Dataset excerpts
------------------------------------------------------------
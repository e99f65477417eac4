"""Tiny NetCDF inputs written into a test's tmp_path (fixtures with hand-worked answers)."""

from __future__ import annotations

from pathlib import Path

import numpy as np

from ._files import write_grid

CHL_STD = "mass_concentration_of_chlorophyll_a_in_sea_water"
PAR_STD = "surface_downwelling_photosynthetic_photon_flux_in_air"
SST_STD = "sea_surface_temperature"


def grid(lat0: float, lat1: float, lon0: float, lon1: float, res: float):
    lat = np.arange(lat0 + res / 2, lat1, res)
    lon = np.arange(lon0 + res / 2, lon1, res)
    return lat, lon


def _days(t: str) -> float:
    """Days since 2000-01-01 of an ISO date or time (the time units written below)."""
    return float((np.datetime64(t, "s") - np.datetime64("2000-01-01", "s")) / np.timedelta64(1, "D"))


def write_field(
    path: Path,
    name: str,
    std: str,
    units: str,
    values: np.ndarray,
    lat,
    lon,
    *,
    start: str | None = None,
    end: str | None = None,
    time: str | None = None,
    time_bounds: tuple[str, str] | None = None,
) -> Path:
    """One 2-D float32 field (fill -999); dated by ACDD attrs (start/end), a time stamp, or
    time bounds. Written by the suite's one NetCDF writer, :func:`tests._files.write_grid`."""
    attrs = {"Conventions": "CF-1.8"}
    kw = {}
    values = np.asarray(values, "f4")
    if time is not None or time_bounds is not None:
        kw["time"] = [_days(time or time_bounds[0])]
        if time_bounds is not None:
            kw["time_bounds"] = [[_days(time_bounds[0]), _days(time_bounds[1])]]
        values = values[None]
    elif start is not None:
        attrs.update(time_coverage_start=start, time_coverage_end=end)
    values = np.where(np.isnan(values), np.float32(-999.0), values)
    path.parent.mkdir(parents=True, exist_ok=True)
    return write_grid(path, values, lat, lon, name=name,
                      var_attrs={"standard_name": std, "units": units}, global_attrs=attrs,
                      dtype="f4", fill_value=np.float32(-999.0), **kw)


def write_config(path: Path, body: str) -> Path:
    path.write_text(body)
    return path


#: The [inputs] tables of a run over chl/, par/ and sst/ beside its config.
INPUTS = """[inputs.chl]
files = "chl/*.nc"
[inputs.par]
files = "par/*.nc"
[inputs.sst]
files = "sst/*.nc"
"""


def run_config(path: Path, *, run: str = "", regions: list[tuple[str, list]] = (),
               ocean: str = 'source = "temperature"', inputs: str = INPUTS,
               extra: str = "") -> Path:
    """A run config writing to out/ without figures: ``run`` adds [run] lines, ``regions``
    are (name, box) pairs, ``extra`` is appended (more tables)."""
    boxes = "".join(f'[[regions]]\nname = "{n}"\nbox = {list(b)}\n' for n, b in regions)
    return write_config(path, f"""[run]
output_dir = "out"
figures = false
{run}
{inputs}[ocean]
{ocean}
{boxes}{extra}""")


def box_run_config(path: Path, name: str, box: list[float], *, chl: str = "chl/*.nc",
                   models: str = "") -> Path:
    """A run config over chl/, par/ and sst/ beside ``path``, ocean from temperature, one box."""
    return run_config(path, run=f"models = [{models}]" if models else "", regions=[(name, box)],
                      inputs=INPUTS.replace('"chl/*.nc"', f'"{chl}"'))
------------------------------------------------------------
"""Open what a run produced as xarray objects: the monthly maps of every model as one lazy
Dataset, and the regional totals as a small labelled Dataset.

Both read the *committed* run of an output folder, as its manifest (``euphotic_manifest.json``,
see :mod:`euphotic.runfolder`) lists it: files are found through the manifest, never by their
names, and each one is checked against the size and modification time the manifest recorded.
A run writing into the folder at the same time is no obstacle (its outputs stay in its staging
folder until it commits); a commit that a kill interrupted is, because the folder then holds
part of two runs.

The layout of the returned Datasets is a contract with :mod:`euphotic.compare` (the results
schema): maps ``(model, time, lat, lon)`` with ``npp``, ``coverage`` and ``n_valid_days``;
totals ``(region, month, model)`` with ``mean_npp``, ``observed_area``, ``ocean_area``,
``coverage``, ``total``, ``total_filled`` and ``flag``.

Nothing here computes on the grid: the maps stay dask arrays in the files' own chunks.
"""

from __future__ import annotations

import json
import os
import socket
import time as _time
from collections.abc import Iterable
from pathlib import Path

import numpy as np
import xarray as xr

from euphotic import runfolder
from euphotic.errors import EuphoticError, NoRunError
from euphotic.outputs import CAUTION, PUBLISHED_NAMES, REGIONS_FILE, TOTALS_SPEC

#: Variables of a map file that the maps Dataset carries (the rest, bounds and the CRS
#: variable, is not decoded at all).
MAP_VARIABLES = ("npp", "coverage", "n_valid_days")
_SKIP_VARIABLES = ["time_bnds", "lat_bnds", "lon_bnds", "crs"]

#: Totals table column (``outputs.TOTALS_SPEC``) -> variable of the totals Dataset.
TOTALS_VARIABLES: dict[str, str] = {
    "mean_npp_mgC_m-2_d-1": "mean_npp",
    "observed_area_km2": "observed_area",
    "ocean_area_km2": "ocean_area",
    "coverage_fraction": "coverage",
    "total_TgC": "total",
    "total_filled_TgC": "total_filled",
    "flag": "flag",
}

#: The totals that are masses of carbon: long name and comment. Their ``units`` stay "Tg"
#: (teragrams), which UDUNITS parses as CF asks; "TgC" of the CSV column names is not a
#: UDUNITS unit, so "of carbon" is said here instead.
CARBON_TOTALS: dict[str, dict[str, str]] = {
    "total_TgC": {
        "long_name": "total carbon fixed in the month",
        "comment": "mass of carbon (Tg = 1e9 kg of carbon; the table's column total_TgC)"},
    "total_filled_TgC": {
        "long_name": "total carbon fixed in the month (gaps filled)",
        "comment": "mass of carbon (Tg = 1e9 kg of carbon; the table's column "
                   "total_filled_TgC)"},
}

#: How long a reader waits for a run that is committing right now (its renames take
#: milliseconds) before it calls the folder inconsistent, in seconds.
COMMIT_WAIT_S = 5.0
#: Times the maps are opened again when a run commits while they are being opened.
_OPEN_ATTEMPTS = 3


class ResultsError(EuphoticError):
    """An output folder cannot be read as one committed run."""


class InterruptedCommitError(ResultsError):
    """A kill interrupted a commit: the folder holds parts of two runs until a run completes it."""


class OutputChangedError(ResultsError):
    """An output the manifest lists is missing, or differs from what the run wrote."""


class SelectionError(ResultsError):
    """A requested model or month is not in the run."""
------------------------------------------------------------
State the number of lines above that hold the word "runfolder", and say nothing else.

2